I did however come across his arrival to New South Wales in 1867 on the Light Horse. There was a lot of information on these pages including confirmation of his parent’s names and that he had a brother James in Sydney. There was also a place name – Killishandra (sic), Cavan.

So I began to see what I could find out about Killishandra, which turned out to be Killeshandra. I posted questions on RootsChat in 2009 and later on Ancestry message boards. I contacted a person through RootsChat who had access to the few surviving pieces of the 1841 Irish census – and they were for Cavan.

And here is the LUCKY bit. The parish for Killeshandra had survived and he was able to send me the information about the whole family.

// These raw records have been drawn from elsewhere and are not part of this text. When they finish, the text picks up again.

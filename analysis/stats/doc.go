// Package stats holds bivar's numerics: pure functions on []float64 with no
// I/O and no text for people. It imports nothing of the project.
//
// Conventions: x and y must have equal length (a mismatch is a programmer
// error and panics); undefined results (a constant column, too few points)
// are NaN, never a panic. Every estimator's doc comment names its algorithm
// and source.
package stats
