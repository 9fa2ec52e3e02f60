package stats_test

// Small hand-made values chosen so the results can be checked with pencil
// and paper; they are not data.

import (
	"fmt"

	"bivar/analysis/stats"
)

func ExampleTheilSen() {
	// Points on y = 1 + 2x, one of them moved far up: the resistant line
	// ignores it (least squares would not).
	x := []float64{1, 2, 3, 4, 5, 6, 7}
	y := []float64{3, 5, 7, 9, 40, 13, 15}
	slope, intercept, method := stats.TheilSen(x, y, 0, nil)
	fmt.Printf("slope=%g intercept=%g (%s)\n", slope, intercept, method)
	// Output:
	// slope=2 intercept=1 (theil-sen (exact))
}

func ExampleDistanceCorrelation() {
	// y = x² on symmetric x: Pearson's r is 0, the distance correlation is
	// 10^(−1/4) (worked by hand from the definition).
	x := []float64{-1, 0, 1}
	y := []float64{1, 0, 1}
	fmt.Printf("r=%.1f dCor=%.6f\n", stats.Pearson(x, y, 0.95).R, stats.DistanceCorrelation(x, y))
	// Output:
	// r=0.0 dCor=0.562341
}

func ExampleLackOfFit() {
	// Two runs at each x; the means 1, 4, 1 bend away from the flat line.
	x := []float64{1, 1, 2, 2, 3, 3}
	y := []float64{0, 2, 3, 5, 0, 2}
	f, df1, df2, p, ok := stats.LackOfFit(x, y)
	fmt.Printf("F=%g df=(%d, %d) p=%.4f ok=%v\n", f, df1, df2, p, ok)
	// Output:
	// F=6 df=(1, 3) p=0.0917 ok=true
}

func ExampleHolm() {
	p := []float64{0.01, 0.04, 0.03}
	fmt.Printf("%.2f\n", stats.Holm(p))
	fmt.Printf("%.2f\n", stats.BenjaminiHochberg(p))
	// Output:
	// [0.03 0.06 0.06]
	// [0.03 0.04 0.04]
}
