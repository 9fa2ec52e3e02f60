package stats

// Edge cases across every estimator: tiny samples, tied and constant
// columns, a row that alone sets the slope, non-finite values, a huge
// offset, a tiny scale and a million rows. The expectations are the
// documented NaN-or-error conventions and the facts of the trade (common
// practice) that correlation, the tests and the shape of a fit do not
// depend on the units; the transformed data are exact in float64 (scales
// are powers of 2, offsets land on the data's grid), so any difference is
// the code's rounding.

import (
	"math"
	"strings"
	"testing"
)

// edgeProfile returns every statistic of the package on (x, y) under a key
// whose suffix says how a change of units x → a·x + b, y → c·y + d acts on
// it: "/slope" scales by c/a, "/abs" by |c/a|, "/y" by |c|, "/fit" maps as
// c·v + d, "/c" scales by c, "/sy" changes sign with c, "/sxy" with a·c;
// no suffix: unchanged.
func edgeProfile(t *testing.T, x, y []float64) map[string]float64 {
	t.Helper()
	out := map[string]float64{}
	c := Pearson(x, y, 0.95)
	out["pearson.r/sxy"], out["pearson.p"] = c.R, c.P
	out["pearson.ci-mid/sxy"], out["pearson.ci-width"] = (c.CILow+c.CIHigh)/2, c.CIHigh-c.CILow
	out["spearman.rho/sxy"], out["spearman.p"] = Spearman(x, y)
	out["kendall.tau/sxy"], out["kendall.p"] = KendallTauB(x, y)
	l, err := Line(x, y, 0.95)
	if err != nil {
		t.Fatal(err)
	}
	out["line.b1/slope"], out["line.se1/abs"], out["line.p1"], out["line.r2"] = l.Slope.Estimate, l.Slope.SE, l.Slope.P, l.R2
	out["line.s/y"], out["line.F"] = l.ResidualSE, l.F
	f3, lo, hi, plo, phi := l.Interval(x[3], 0.95)
	out["line.fit3/fit"], out["line.ci3-half/y"], out["line.pi3-half/y"] = f3, (hi-lo)/2, (phi-plo)/2
	q, err := Polynomial(x, y, 2, 0.95)
	if err != nil {
		t.Fatal(err)
	}
	out["quad.p2"], out["quad.r2"], out["quad.F"] = q.Coef[2].P, q.R2, q.F
	fq, _, _, _, _ := q.Predict(PowerRow(x[5], 2), 0.95)
	out["quad.fit5/fit"] = fq
	in := Influence(x, y)
	for _, k := range []int{0, 7, len(x) - 1} {
		s := string(rune('a' + k%26))
		out["infl.h"+s], out["infl.t"+s+"/sy"], out["infl.d"+s] = in.Leverage[k], in.StudentizedExt[k], in.CooksD[k]
		out["infl.loor"+s+"/sxy"], out["infl.loob"+s+"/slope"] = in.LooR[k], in.LooSlope[k]
	}
	f := Lowess(x, y, 2.0/3, 3, 0)
	out["lowess.0/fit"], out["lowess.7/fit"] = f[0], f[7]
	out["theilsen/slope"], _, _ = TheilSen(x, y, 0, nil)
	out["dcor"] = DistanceCorrelation(x, y)
	out["lof.F"], _, _, out["lof.p"], _ = LackOfFit(x, y)
	out["bp"], _, _ = BreuschPagan(l.Residuals, x)
	out["dw"] = DurbinWatson(l.Residuals)
	order := make([]float64, len(x))
	for i := range order {
		order[i] = float64(i)
	}
	out["partial.r/sy"], _, _, out["partial.p"] = PartialCorrelation(x, y, order, 0.95) // order is not transformed
	slope, p, r := OrderTrend(order, l.Residuals)
	out["order.slope/c"], out["order.p"], out["order.r/sy"] = slope, p, r
	return out
}

// edgeGridData is the seeded test set of these checks: extraWavy(20261201,
// 60) (x on a grid of 0.5 with ties, row 7 an outlier) with y rounded to a
// grid of 1/64, so that adding 2³⁰ to either column is exact.
func edgeGridData() (x, y []float64) {
	x, y = extraWavy(20261201, 60)
	for i := range y {
		y[i] = math.Round(y[i]*64) / 64
	}
	return x, y
}

func TestEdgeUnitsOffsetScale(t *testing.T) {
	t.Parallel()
	x, y := edgeGridData()
	base := edgeProfile(t, x, y)
	for _, tc := range []struct {
		name       string
		a, b, c, d float64
		tol        float64
	}{
		{"offset 2^30 in x and y", 1, 1 << 30, 1, 1 << 30, 1e-11},
		{"scale 2^-40 (about 1e-12)", 0x1p-40, 0, 0x1p-40, 0, 1e-13},
		{"scale 2^40, negative y", 0x1p40, 0, -0x1p40, 0, 1e-13},
	} {
		t.Run(tc.name, func(t *testing.T) {
			xs, ys := make([]float64, len(x)), make([]float64, len(y))
			for i := range x {
				xs[i], ys[i] = tc.a*x[i]+tc.b, tc.c*y[i]+tc.d
			}
			got := edgeProfile(t, xs, ys)
			for k, v := range base {
				want, scale := v, math.Abs(v)
				switch {
				case strings.HasSuffix(k, "/slope"):
					want = v * tc.c / tc.a
				case strings.HasSuffix(k, "/abs"):
					want = v * math.Abs(tc.c/tc.a)
				case strings.HasSuffix(k, "/c"):
					want = v * tc.c
				case strings.HasSuffix(k, "/y"):
					want = v * math.Abs(tc.c)
				case strings.HasSuffix(k, "/fit"):
					want = tc.c*v + tc.d
				case strings.HasSuffix(k, "/sy"):
					want = math.Copysign(1, tc.c) * v
				case strings.HasSuffix(k, "/sxy"):
					want = math.Copysign(1, tc.a*tc.c) * v
				}
				scale = math.Abs(want) * scale / math.Max(math.Abs(v), 1e-300)
				if strings.HasSuffix(k, "/fit") || strings.HasSuffix(k, "/y") {
					// In y's own units, plus a few ulps of the offset: a
					// fitted value near d (or a half-width taken as the
					// difference of two) is only representable to those.
					ulp := math.Nextafter(math.Abs(tc.d), math.Inf(1)) - math.Abs(tc.d)
					scale = math.Abs(tc.c*v) + 4*ulp/tc.tol
				}
				if math.IsNaN(want) {
					t.Errorf("%s: NaN on the base data", k)
				}
				if e := math.Abs(got[k] - want); !(e <= tc.tol*scale) {
					t.Errorf("%s: %.17g, want %.17g (rel. diff %.1e)", k, got[k], want, e/scale)
				}
			}
		})
	}
}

The Irish census’, for anyone who has not looked at them, are a mine of information ! Remember this is 1841 too.

The family was made up of :

William, 51, farmer, head of the household, married in 1815
Sydney, 42, wife
Mary, 23, daughter
Jane, 18, daughter
Ufemy (sic), 13, daughter
Emily, 13, daughter
James, 9, son
Ephram (sic), 7, son
Richard, 4 months, son

In addition to this on another page where listed “those who have left the house or died since the 1831 census”

Hester, 21, daughter, in America, house servant
Margaret, 13, daughter, deceased, died 1838
William, 1 month, son, deceased, died 1836
George, 16, son, deceased, died 1839
Wm Henry, 1 month, son, deceased, died 1840

I’ve not been able to find too much more about them. I have emailed someone in the past who was a descendant of Mary or Jane and today while searching I rediscovered some messages to a descendant of Emily as well. I think that James was married to a sister of Richard’s wife Harriet, and that Ephraim also went to America.

Reading this back, I think it is time I made a more concerted research effort on all my Irish folk. Unfortunately changes of email provider and hardware over the years has meant that I have lost the traces of some of my earlier messages.

Maybe some of them will get their DNA tested so that I can sort that puzzle out too.